◆ Records provided ◆
def evaluate(design: Any, *, spread: bool = True, n_mc: int = 20_000, seed: int = 1,
             diode_law: bool | None = None) -> Evaluation:
    """Evaluate a design: timing, gate drive, load, losses, tolerance spread, findings and cautions.

    Parameters
    ----------
    design : pwmkit.design.Design
        The design.
    spread : bool
        Run the tolerance analysis (Monte Carlo, worst-case corners, sensitivities) and the
        diode-law timing. False is the quick mode for widgets.
    n_mc : int
        Monte Carlo samples (100 … 2,000,000).
    seed : int
        Random seed of the Monte Carlo run (reproducible results).
    diode_law : bool, optional
        Compute the diode-law timing; default: the same as ``spread``.

    Returns
    -------
    Evaluation

    Raises
    ------
    DesignError
        Bad input or a design that cannot work at its nominal point (does not oscillate, supply too
        low for the LED string …); the message names the field and the numbers.

    Examples
    --------
    >>> from pwmkit.design import demo_designs
    >>> ev = evaluate(demo_designs()["fan"], spread=False)
    >>> round(ev.timing.frequency), ev.motor.mode
    (29871, 'continuous')
    """
    from .checks import Findings
    from .design import Design
    from .parts.timers import get_timer
    from .timing import astable, astable_ideal

    if not isinstance(design, Design):
        raise DesignError(f"design: expected a pwmkit.design.Design, got {type(design).__name__}")
    if isinstance(n_mc, bool) or not isinstance(n_mc, (int, np.integer)) or not 100 <= n_mc <= 2_000_000:
        raise DesignError(f"n_mc: {n_mc!r} is not allowed; give a whole number 100 … 2000000")
    if isinstance(seed, bool) or not isinstance(seed, (int, np.integer)) or seed < 0:
        raise DesignError(f"seed: {seed!r} is not allowed; give a whole number >= 0")
    want_diode_law = bool(spread) if diode_law is None else bool(diode_law)
    t = design.timing
    if t.topology == "two-timer":
        from .evaluate_two_timer import evaluate_two_timer

        return evaluate_two_timer(design, spread=spread, n_mc=int(n_mc), seed=int(seed))
    with np.errstate(all="ignore"):
        kw = timing_kwargs(design)
        timing = astable(t.topology, **kw)
        try:  # None when the textbook form is degenerate (rb = 0 at a wiper end)
            ideal = astable_ideal(t.topology, ra=t.ra, rb=t.rb, c=t.c, vcc=design.vcc, pot=kw.get("pot"),
                                  wiper=kw.get("wiper"))
        except ModelLimit:
            ideal = None
        travel = _pot_travel(t.topology, kw) if t.topology == "pot" else None
        corners = _corners(design, kw, travel)
        duty_range = travel.duty_range if travel is not None else (float(timing.duty), float(timing.duty))
        gate, gate_error = _gate_part(design, get_timer(t.timer), ModelLimit)
        p = _no_load_parts()
        f = float(timing.frequency)
        if design.load is not None and design.load.kind == "led":
            _led_losses(design, timing, gate, f, p)
        elif design.load is not None and design.load.kind == "heater":
            from .evaluate_heater import heater_part

            p["heater"] = heater_part(design, float(timing.duty), f, 0.0 if gate is None else float(gate.rds_on_25))
            p["mosfet"] = _heater_losses(design, p["heater"], gate, f)
        elif design.load is not None:
            _motor_losses(design, timing, gate, duty_range, f, p)
        dl = None
        if want_diode_law and t.topology != "classic":
            from .timing import diode_law_timing

            dl = diode_law_timing(t.topology, **kw, diode=t.diode, t_c=design.t_ambient_c)
        spread_res = worst = sens = spread_note = None
        stops = False
        req_spread = None
        if spread and corners.error is None:
            spread_res, worst, sens, spread_note, stops = _tolerance_part(design, kw, int(n_mc), int(seed))
            req_spread, note = _requirement_part(design, kw, int(n_mc), int(seed))
            if note:
                spread_note = f"{spread_note}; {note}" if spread_note else note
                stops = stops or "does not oscillate" in note
        lo, hi = design.supply_range
        l_lo, l_hi = _load_supply_range(design)
        cond = Conditions(vcc=design.vcc, vcc_min=lo, vcc_max=hi, load_supply=design.load_supply, load_supply_min=l_lo,
                          load_supply_max=l_hi, t_ambient_c=design.t_ambient_c, t_thermal_c=design.t_ambient_max_c,
                          vd=kw.get("vd") if t.topology != "classic" else None, v_clamp=p.pop("v_clamp"),
                          duty_reachable=duty_range, gate_error=gate_error, spread_note=spread_note,
                          spread_stops=stops, quick=not spread)
        ev = Evaluation(design=design, timing=timing, ideal=ideal, diode_law=dl, pot_travel=travel,
                        timer_output=_timer_output(design, gate), gate=gate, corners=corners, spread=spread_res,
                        worst_case=worst, sensitivity=sens, conditions=cond, findings=Findings(()), cautions=(),
                        requirement_spread=req_spread, **p)
        ev = _judged(design, ev)
    bad = [k for k, v in ev.key_results().items() if isinstance(v, float) and not math.isfinite(v)]
    if bad:  # pragma: no cover - key_results drops non-finite values; kept as a guard
        raise DesignError(f"evaluate: non-finite results for {', '.join(bad)}; check the orders of magnitude")
    return ev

◆ Problem description ◆
Produce a verbatim copy of the lines from the one holding "spread_res = worst" to the final line of the data, and nothing more.

◆ Reply to the task ◆
        spread_res = worst = sens = spread_note = None
        stops = False
        req_spread = None
        if spread and corners.error is None:
            spread_res, worst, sens, spread_note, stops = _tolerance_part(design, kw, int(n_mc), int(seed))
            req_spread, note = _requirement_part(design, kw, int(n_mc), int(seed))
            if note:
                spread_note = f"{spread_note}; {note}" if spread_note else note
                stops = stops or "does not oscillate" in note
        lo, hi = design.supply_range
        l_lo, l_hi = _load_supply_range(design)
        cond = Conditions(vcc=design.vcc, vcc_min=lo, vcc_max=hi, load_supply=design.load_supply, load_supply_min=l_lo,
                          load_supply_max=l_hi, t_ambient_c=design.t_ambient_c, t_thermal_c=design.t_ambient_max_c,
                          vd=kw.get("vd") if t.topology != "classic" else None, v_clamp=p.pop("v_clamp"),
                          duty_reachable=duty_range, gate_error=gate_error, spread_note=spread_note,
                          spread_stops=stops, quick=not spread)
        ev = Evaluation(design=design, timing=timing, ideal=ideal, diode_law=dl, pot_travel=travel,
                        timer_output=_timer_output(design, gate), gate=gate, corners=corners, spread=spread_res,
                        worst_case=worst, sensitivity=sens, conditions=cond, findings=Findings(()), cautions=(),
                        requirement_spread=req_spread, **p)
        ev = _judged(design, ev)
    bad = [k for k, v in ev.key_results().items() if isinstance(v, float) and not math.isfinite(v)]
    if bad:  # pragma: no cover - key_results drops non-finite values; kept as a guard
        raise DesignError(f"evaluate: non-finite results for {', '.join(bad)}; check the orders of magnitude")
    return ev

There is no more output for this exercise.